What you should do:
For the records below, output each line exactly as it appears, from the first through the line with "frame through put.".

Records for the exercise:
package sweep

import (
	"context"
	"fmt"
	"image"
	"image/color"
	"io"
	"math"
	"slices"
	"strings"

	"kerrscope/colormap"
	"kerrscope/raytrace"
	"kerrscope/render"
	"kerrscope/render/figure"
)

// hookStaged, if set (by tests), is called after each file of a frame is
// staged.
var hookStaged func(index int, name string)

// writeFrame renders point pt and commits its files (FileNames) into the
// output directory through render.Outputs, so that an error or a
// cancelled ctx leaves none of them behind. It returns their records,
// sorted by name.
func (p *Plan) writeFrame(ctx context.Context, pt Point, sc render.Scales, version string) ([]fileRecord, error) {
	f, err := render.Render(ctx, pt.Scene, nil)
	if err != nil {
		return nil, err
	}
	out, err := render.NewOutputs(p.Dir())
	if err != nil {
		return nil, err
	}
	var recs []fileRecord
	put := func(name string, write func(io.Writer) error) error {
		if err := ctx.Err(); err != nil {
			return err
		}
		var hw *hashingWriter
		err := out.Write(name, func(w io.Writer) error {
			hw = newHashingWriter(w)
			return write(hw)
		})
		if err != nil {
			return err
		}
		recs = append(recs, hw.record(name))
		if hookStaged != nil {
			hookStaged(pt.Index, name)
		}
		return nil
	}
	if err := p.stageFrame(f, pt, sc, version, put); err != nil {
		out.Abort()
		return nil, err
	}
	if err := ctx.Err(); err != nil {
		out.Abort()
		return nil, err
	}
	if _, err := out.Commit(); err != nil {
		return nil, err
	}
	slices.SortFunc(recs, func(a, b fileRecord) int { return strings.Compare(a.Name, b.Name) })
	return recs, nil
}

// stageFrame writes every file of the frame through put.
func (p *Plan) stageFrame(f *render.Frame, pt Point, sc render.Scales, version string, put func(string, func(io.Writer) error) error) error {
	o := pt.Scene.Output
	pre := p.framePrefix(pt.Index)
	png := func(img image.Image) func(io.Writer) error {
		return func(w io.Writer) error { return figure.EncodePNG(w, img) }
	}
	for _, m := range o.Maps {
		if o.Has("png") {
			img, err := figure.DrawPanel(f.Panel(m, sc), 0)
			if err != nil {
				return fmt.Errorf("%s figure: %w", m, err)
			}
			if err := put(pre+"-"+m+".png", png(img)); err != nil {
				return err
			}
		}
		if o.Has("bare") {
			if err := put(pre+"-"+m+"-bare.png", png(f.MapImage(m, sc))); err != nil {
				return err
			}
		}
		if err := put(pre+"-"+m+"-indexed.png", png(IndexedImage(f, m, sc))); err != nil {
			return err
		}
	}
	if o.Has("csv") {
		spec := f.Spectrum()
		caption := f.Res.Caption()
		if err := put(pre+"-spectrum.csv", func(w io.Writer) error { return spec.WriteCSV(w, caption) }); err != nil {
			return err
		}
		if o.Has("png") {
			title := fmt.Sprintf("line profile collapsed from the image, frame %d of %d", pt.Index, len(p.Points))
			img, err := figure.DrawPlot(render.SpectrumPlot(&spec, title, caption, sc.FluxMax))
			if err != nil {
				return fmt.Errorf("spectrum figure: %w", err)
			}
			if err := put(pre+"-spectrum.png", png(img)); err != nil {
				return err
			}
		}
	}
	if o.Has("fits") {
		if err := put(pre+"-maps.fits", func(w io.Writer) error { return f.WriteFITS(w, version) }); err != nil {
			return err
		}
	}
	return nil
}

// The two fixed colours of the shadow map (as render draws them).
var (
	shadowEscaped = color.RGBA{0xd8, 0xd8, 0xd4, 0xff} // photons from infinity
	shadowEdge    = color.RGBA{0xf0, 0x8c, 0x00, 0xff} // ray-traced edge of the shadow
)

// MapPalette returns the palette of a map's 8-bit images: for redshift,
// intensity and radius, colormap.Palette of the map's colour scale
// (index 0 no disk, 1 horizon, 2–255 the scale); for order, no disk,
// horizon, then the colormap.OrderCount order colours; for shadow, no
// disk, horizon, from infinity, edge.
func MapPalette(name string) color.Palette {
	switch name {
	case "redshift":
		return colormap.Palette(colormap.Redshift)
	case "intensity", "radius":
		return colormap.Palette(colormap.Sequential)
	case "order":
		p := color.Palette{colormap.NoHit, colormap.Shadow}
		for o := 0; o < colormap.OrderCount; o++ {
			p = append(p, colormap.Order(o))
		}
		return p
	}
	return color.Palette{colormap.NoHit, colormap.Shadow, shadowEscaped, shadowEdge}
}

// IndexedImage returns the map as an 8-bit palette image (MapPalette)
// with the frame's scales sc, which must be complete: each pixel's
// scalar (g of the first order seen, the summed line intensity, or the
// source radius) is placed on the colour scale exactly as render's
// MapImage places it and indexed with colormap.PaletteIndex, so that no
// colour is ever quantised from RGB. It is the source of the sweep's
// GIFs.
func IndexedImage(f *render.Frame, name string, sc render.Scales) *image.Paletted {
	img := image.NewPaletted(image.Rect(0, 0, f.W, f.H), MapPalette(name))
	var v []float32
	switch name {
	case "redshift":
		v = f.FirstSeen(f.G)
	case "intensity":
		v = f.Total(f.Line)
	case "radius":
		v = f.FirstSeen(f.R)
	}
	linear := f.Res.Output.IntensityScale == "linear"
	ilo := sc.IMax * math.Pow(10, -sc.IDecades)
	for k := range f.Fate {
		captured := f.Fate[k] == raytrace.Captured
		idx := uint8(colormap.NoHitIndex)
		switch name {
		case "redshift", "intensity", "radius":
			x := float64(v[k])
			switch {
			case math.IsNaN(x) && captured:
				idx = colormap.ShadowIndex
			case math.IsNaN(x):
			case name == "redshift":
				idx = colormap.PaletteIndex(gPosition(sc, x))
			case name == "intensity" && linear:
				idx = colormap.PaletteIndex(colormap.Linear(x, 0, sc.IMax))
			case name == "intensity":
				idx = colormap.PaletteIndex(colormap.Log(x, ilo, sc.IMax))
			default:
				idx = colormap.PaletteIndex(colormap.Log(x, sc.RMin, sc.RMax))
			}
		case "order":
			switch o := f.First[k]; {
			case o >= 0:
				idx = uint8(2 + int(o)%colormap.OrderCount)
			case captured:
				idx = colormap.ShadowIndex
			}
		default: // shadow
			switch {
			case captured && onEdge(f, k):
				idx = 3
			case captured:
				idx = colormap.ShadowIndex
			default:
				idx = 2
			}
		}
		img.Pix[k] = idx // row stride = f.W
	}
	return img
}

// gPosition places g on the diverging redshift scale as render does: g = 1
// at the centre, log g scaled on each side so that GMin and GMax reach
// the ends.
func gPosition(sc render.Scales, g float64) float64 {
	if g < 1 {
		return math.Max(0, 0.5*(1-math.Log(g)/math.Log(sc.GMin)))
	}
	return math.Min(1, 0.5*(1+math.Log(g)/math.Log(sc.GMax)))
}

// onEdge reports whether captured pixel k has a 4-neighbour from infinity.
func onEdge(f *render.Frame, k int) bool {
	i, j := k%f.W, k/f.W
	for _, d := range [][2]int{{-1, 0}, {1, 0}, {0, -1}, {0, 1}} {
		ii, jj := i+d[0], j+d[1]
		if ii >= 0 && ii < f.W && jj >= 0 && jj < f.H && f.Fate[jj*f.W+ii] != raytrace.Captured {
			return true
		}
	}
	return false
}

Answer area:
package sweep

import (
	"context"
	"fmt"
	"image"
	"image/color"
	"io"
	"math"
	"slices"
	"strings"

	"kerrscope/colormap"
	"kerrscope/raytrace"
	"kerrscope/render"
	"kerrscope/render/figure"
)

// hookStaged, if set (by tests), is called after each file of a frame is
// staged.
var hookStaged func(index int, name string)

// writeFrame renders point pt and commits its files (FileNames) into the
// output directory through render.Outputs, so that an error or a
// cancelled ctx leaves none of them behind. It returns their records,
// sorted by name.
func (p *Plan) writeFrame(ctx context.Context, pt Point, sc render.Scales, version string) ([]fileRecord, error) {
	f, err := render.Render(ctx, pt.Scene, nil)
	if err != nil {
		return nil, err
	}
	out, err := render.NewOutputs(p.Dir())
	if err != nil {
		return nil, err
	}
	var recs []fileRecord
	put := func(name string, write func(io.Writer) error) error {
		if err := ctx.Err(); err != nil {
			return err
		}
		var hw *hashingWriter
		err := out.Write(name, func(w io.Writer) error {
			hw = newHashingWriter(w)
			return write(hw)
		})
		if err != nil {
			return err
		}
		recs = append(recs, hw.record(name))
		if hookStaged != nil {
			hookStaged(pt.Index, name)
		}
		return nil
	}
	if err := p.stageFrame(f, pt, sc, version, put); err != nil {
		out.Abort()
		return nil, err
	}
	if err := ctx.Err(); err != nil {
		out.Abort()
		return nil, err
	}
	if _, err := out.Commit(); err != nil {
		return nil, err
	}
	slices.SortFunc(recs, func(a, b fileRecord) int { return strings.Compare(a.Name, b.Name) })
	return recs, nil
}

// stageFrame writes every file of the frame through put.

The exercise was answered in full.